[[ Material for this exercise, beginning ]]

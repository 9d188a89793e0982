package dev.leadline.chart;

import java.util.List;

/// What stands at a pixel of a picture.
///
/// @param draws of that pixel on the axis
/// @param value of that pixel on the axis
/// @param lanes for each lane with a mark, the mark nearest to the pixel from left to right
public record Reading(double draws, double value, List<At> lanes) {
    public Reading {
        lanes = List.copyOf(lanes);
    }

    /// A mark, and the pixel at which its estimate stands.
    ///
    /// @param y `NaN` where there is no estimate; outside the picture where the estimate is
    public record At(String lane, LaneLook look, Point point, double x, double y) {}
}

[[ Material for this exercise, end ]]

**Aim of the task**
The string "that" appears on how many lines of the records? State the number alone.

**Answer to the problem**
2